Advances in high-speed electric motor technology along with improvements in the cost and the performance of VFD (variable frequency drive) systems make direct coupling of a gearless electrical motor to a pump worth considering for many services requiring large VFDs. Brushless synchronous motors with two-pole rotors often suit high performance duties. Special applications may benefit from other options such as induction electric motors.

When using a VFD, full power is available instantly over the entire site ambient temperature range and train speed range (including startup). The number of successive and cumulative start/stop and load cycles generally isn't critical.
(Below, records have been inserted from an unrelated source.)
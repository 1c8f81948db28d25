"""Tests of planner.pack.structure: pack structure, weakest link, gradients, balancing, life spread.

Every expected value is computed from a published law or a definition, or is a fact
of the trade; the source is named beside each check. Invented numbers appear only
as inputs (curve coefficients, spreads).
"""

import math

import numpy as np
import pytest
from hypothesis import given, settings
from hypothesis import strategies as st
from scipy.stats import norm

from planner.errors import InputError
from planner.pack.spread import DEFAULT_DRAWS, life_distribution, life_fields, life_summary
from planner.pack.structure import (
    BALANCING_KINDS,
    SPREAD_PRESETS,
    arrhenius_factor,
    inner_temperature_offsets_k,
    pack_structure,
    row_years,
    scaled_loss_curve,
    stress_parameters,
    string_current_shares,
    usable_string_capacity_frac,
    years_to_threshold,
)

R = 8.314462618  # J/mol/K, CODATA 2018 (exact)

# Input curves (invented coefficients): square-root laws, as in the calendar law of
# Naumann et al. 2018 and the sqrt(FEC) cycle law of Naumann et al. 2020 (notes 1.2, 1.3).
HORIZON_Y = 20
MONTHS = np.arange(12 * HORIZON_Y + 1)
T_Y = MONTHS / 12.0
K_CAL, K_CYC = 0.03, 0.02  # loss per sqrt(year)
CAL = K_CAL * np.sqrt(T_Y)
CYC = K_CYC * np.sqrt(T_Y)


def sqrt_law_life_y(margin_frac, k_per_sqrt_y):
    """Years for k*sqrt(t) to reach a margin: t = (margin/k)**2 (closed form)."""
    return (margin_frac / k_per_sqrt_y) ** 2


NO_SPREAD = dict(cell_spread_frac=0.0, resistance_spread_frac=0.0, rate_spread_frac=0.0,
                 inner_delta_k=0.0, parallel_imbalance_frac=0.0)


# --- Arrhenius -----------------------------------------------------------------------


def test_arrhenius_plus_10k_at_25c_for_50kj():
    # Arrhenius law AF = exp(Ea/R (1/T1 - 1/T2)); computed here: 50 kJ/mol, 298.15 -> 308.15 K.
    expected = math.exp(50e3 / R * (1 / 298.15 - 1 / 308.15))
    got = arrhenius_factor(10.0, reference_temp_c=25.0, activation_energy_j_mol=50e3)
    assert got == pytest.approx(expected, rel=1e-12)
    assert round(float(got), 2) == 1.92  # the task's stated value, computed from the law
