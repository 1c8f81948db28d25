"""Component lives besides cell fade (planner.pack.components) and how the plan uses them.

Check values and their sources:
- the 10-degree rule of aluminium electrolytic capacitors: wear-out life halves per 10 K
  (capacitor makers' life formula L = L0 2^((T0 - T)/10), from memory; common practice
  for battery-management electronics);
- control-chart tables (textbook): expected range of n normal draws, d2 = 2.059 (n = 4),
  3.532 (n = 16);
- common practice: a buried vault is damp, a conditioned shelter dry; cell imbalance only
  where balancing never starts.
"""

import math
from pathlib import Path

import numpy as np
import pytest

from planner.chemistry import get_chemistry
from planner.pack.components import (
    CEILING,
    ELECTRONICS,
    SEALS,
    condensation_class,
    electronics_life_years,
    expected_range_of_normals,
    imbalance_loss_frac_per_year,
    service_limit,
    site_components,
)
from planner.site import model_sites
from planner.study import load_study

REPO = Path(__file__).resolve().parents[1]
HEADER = ("id,name,region,climate,enclosure,load_w,charging,pv_wp,autonomy_days,"
          "system_voltage_v,access_months\n")


def _models(tmp_path, rows, extra="", horizon=20):
    (tmp_path / "sites.csv").write_text(HEADER + rows)
    (tmp_path / "s.toml").write_text(
        f'[study]\nsites_file = "sites.csv"\nhorizon_years = {horizon}\n'
        '[candidates]\nchemistries = ["lfp"]\noversize_factors = [1.0, 2.0]\n'
        '[output]\nsensitivity = false\n' + extra)
    study = load_study(tmp_path / "s.toml")
    return study, model_sites(study)


def test_desert_cabinet_electronics_wear_out_sooner_than_in_a_shelter_by_the_10k_rule(tmp_path):
    # The same design in a desert sun cabinet and in a conditioned shelter: the management
    # electronics' life is the reference life over the mean of 2^(max(T - 25, 0) / 10)
    # across the hours (10-degree rule), so the ratio of the two lives is the ratio of
    # those means, computed here from the battery temperatures themselves.
    _, (cabinet, shelter) = _models(tmp_path, "D-1,D-1,r,hot-desert,cabinet-sun,3,pv,60,5,12,\n"
                                              "D-2,D-2,r,hot-desert,shelter,3,pv,60,5,12,\n")
    params = get_chemistry("lfp").components
    life = {}
    for model in (cabinet, shelter):
        parts = site_components(params, True, True, model.temp_battery_c, model.year.temp_dew_c,
                                model.enclosure.kind)
        life[model.enclosure.kind] = parts.lives[ELECTRONICS]

    def mean_rate(temp):
        return float(np.mean(np.exp2(np.maximum(temp - 25.0, 0.0) / 10.0)))

    expected = mean_rate(cabinet.temp_battery_c) / mean_rate(shelter.temp_battery_c)
    assert life["shelter"] / life["cabinet-sun"] == pytest.approx(expected, rel=1e-12)
    assert expected > 1.3                  # the desert cabinet is much hotter
    assert life["shelter"] <= params["electronics_life_years_ref"] + 1e-9


def test_electronics_rule_at_constant_temperatures():
    # 10-degree rule: 20 years at 25 °C, 10 at 35 °C, 5 at 45 °C; no credit below 25 °C
    kw = dict(electronics_life_years_ref=20.0, electronics_temp_ref_c=25.0,
              electronics_halving_k=10.0)
    for temp_c, years in ((25.0, 20.0), (35.0, 10.0), (45.0, 5.0), (5.0, 20.0)):
        assert electronics_life_years(np.full(8760, temp_c), **kw) == pytest.approx(years)


def test_condensation_class_from_dew_point_site_input_or_enclosure():
    battery = np.full(8760, 10.0)
    dew = np.full(8760, 0.0)
    dew[:500] = 15.0                       # 5.7 % of the hours below the dew point
    assert condensation_class(battery, dew, "cabinet-sun") == "occasional"
    dew[:1000] = 15.0                      # 11.4 %
    assert condensation_class(battery, dew, "cabinet-sun") == "frequent"
    assert condensation_class(battery, np.full(8760, -5.0), "vault") == "dry"
    # the sites table's class wins; without a dew point, the enclosure's (common practice)
    assert condensation_class(battery, dew, "cabinet-sun", "dry") == "dry"
    assert condensation_class(battery, None, "vault") == "frequent"
    assert condensation_class(battery, None, "shelter") == "dry"


def test_seal_life_follows_the_class_and_the_ceiling_wins_when_lower():
    params = get_chemistry("vrla").components
    damp = site_components(params, True, False, np.full(8760, 20.0), None, "vault")
    dry = site_components(params, True, False, np.full(8760, 20.0), None, "shelter")
    assert damp.lives[SEALS] < dry.lives[SEALS]
    assert ELECTRONICS not in damp.lives          # lead-acid has no management system
    assert service_limit(damp.lives, None) == (damp.lives[SEALS], SEALS)
    assert service_limit(damp.lives, 5.0) == (5.0, CEILING)
    assert service_limit({}, None) == (math.inf, "")


def test_expected_range_against_control_chart_constants():
    # d2 of control-chart tables: 2.059 (n = 4), 2.847 (n = 8), 3.532 (n = 16)
    for n, d2 in ((4, 2.059), (8, 2.847), (16, 3.532)):
        assert expected_range_of_normals(n) == pytest.approx(d2, rel=0.02)


def test_imbalance_only_below_the_balancing_start_and_faster_when_warm():
    params = get_chemistry("lfp").components
    start = params["balancing_start_v_per_cell"]
    cool, warm = np.full(8760, 25.0), np.full(8760, 35.0)
    assert imbalance_loss_frac_per_year(cool, 4, start, **params) == 0.0
    below = imbalance_loss_frac_per_year(cool, 4, start - 0.05, **params)
    # d2(4) x 0.5 %/yr drift spread at 25 °C (the pack model's figure, from memory)
    assert below == pytest.approx(expected_range_of_normals(4) * 0.005)
    # self-discharge doubles per 10 K (common practice): so does the drift
    assert imbalance_loss_frac_per_year(warm, 4, start - 0.05, **params) == pytest.approx(2 * below)
    assert imbalance_loss_frac_per_year(cool, 1, start - 0.05, **params) == 0.0


def test_a_sun_shield_can_win_at_a_hot_desert_site(tmp_path):
    # In a desert sun cabinet the battery passes the 45 °C maximum charge temperature of
    # LFP for hundreds of hours (charging blocked) and its electronics and cells age by
    # the heat; a sun shield lowers both. With LFP the only chemistry, the shield must be
    # tried; at its default price (250 + 2 crew hours) it wins where the longer life saves
    # a replacement trip (invented case: a 16-year horizon, a 5,000 trip).
    from planner import pipeline
    from planner.optimize import solve_fleet
    from planner.plan import build_problem

    study, models = _models(tmp_path, "D-1,D-1,r,hot-desert,cabinet-sun,4.5,pv,80,5,12,\n",
                            '[thermal]\nmeasures = ["sun-shield"]\n'
                            '[regions.r]\ntrip_cost = 5000.0\n', horizon=16)
    designs, hints = pipeline._evaluate_with_measures(study, models)
    measures = {o.design.thermal_measure for o in designs[0].outcomes}
    assert "sun-shield" in measures
    shaded = [o for o in designs[0].outcomes if o.design.thermal_measure == "sun-shield"]
    bare = [o for o in designs[0].outcomes if not o.design.thermal_measure]
    assert max(o.life_years for o in shaded) > max(o.life_years for o in bare)
    assert min(o.charge_blocked_hot_hours for o in shaded) < min(o.charge_blocked_hot_hours for o in bare)
    # the plan counts the hours heat blocks charging, apart from the cold ones
    assert min(o.charge_blocked_hot_hours for o in bare) > 100
    assert all(o.charge_blocked_hours == o.charge_blocked_cold_hours + o.charge_blocked_hot_hours
               for o in designs[0].outcomes)
    solution = solve_fleet(build_problem(study, models, designs, hints))
    chosen = solution.sites[0].installations[0].design_id
    assert chosen.endswith("+sun-shield"), chosen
Variable-speed electric motors in the upper-megawatt power ranges (say, over 20 MW) usually have energy efficiencies exceeding 97% over the entire useful speed range (typically 70–105% of the rated speed). In a combined-cycle power plant, the electric VFD's efficiency generally is 15–25% better than that of typical heavy-frame gas turbine VFDs. In addition, some of today's electric motors don't need scheduled maintenance for periods of up to 6 years of continuous operation and even after that don't require replacement of costly parts.

Large VFDs always are custom engineered for an application, allowing, e.g., a pump to be optimized in capacity and speed for the process, rather than being limited by a given gas turbine rating. The rotor design and overall features of the motors closely match those of electrical generators; design and manufacturing of large (over 100 MW) generators is well established, and numerous units are operating successfully. However, motors are variable speed while generators usually are constant speed, and motors suffer from oscillating shaft torques during operation (particularly when starting).

When designing large high-speed electric motors, mechanical and dynamic problems must be solved carefully. Mechanical stresses, vibration level, losses and cooling restrictions can limit the capacity and the maximum speed of a large electrical motor.

In any high-speed VFD application, mechanical excitations, electrical pulsations, rotor dynamics issues, balance problems and mechanical-dynamic considerations in general are of paramount importance in ensuring a smooth-running rotating train over the entire speed range and during all normal and transient operations. Also, prior to ordering, it's essential to know the behavior of the train during any electrical fault conditions (the most severe probably being a short circuit at the electric motor terminals). variable frequency drive-fed electric motors continuously produce some small torque oscillations over the entire speed range. So, the design phase should include careful analysis of the effects of such torque pulsations, along with other excitations, particularly torsional ones.

A large electric motor requires a complex and heavy rotor assembly. For example, the assembly can weigh 6–35 tons for 20–120-MW units. Balancing such a rotor assembly is an extremely difficult job. (Some expensive assemblies actually have been scraped after many unsuccessful attempts to balance them.) Coarse balancing of an electric motor rotor usually gets to within 0.015–0.03 mm of mass center offset; final balancing for some high-speed electric motors, for example, may require getting to within around 0.002 mm of mass center offset. Advanced systems such as active magnetic bearings also could be used to further improve the VFD.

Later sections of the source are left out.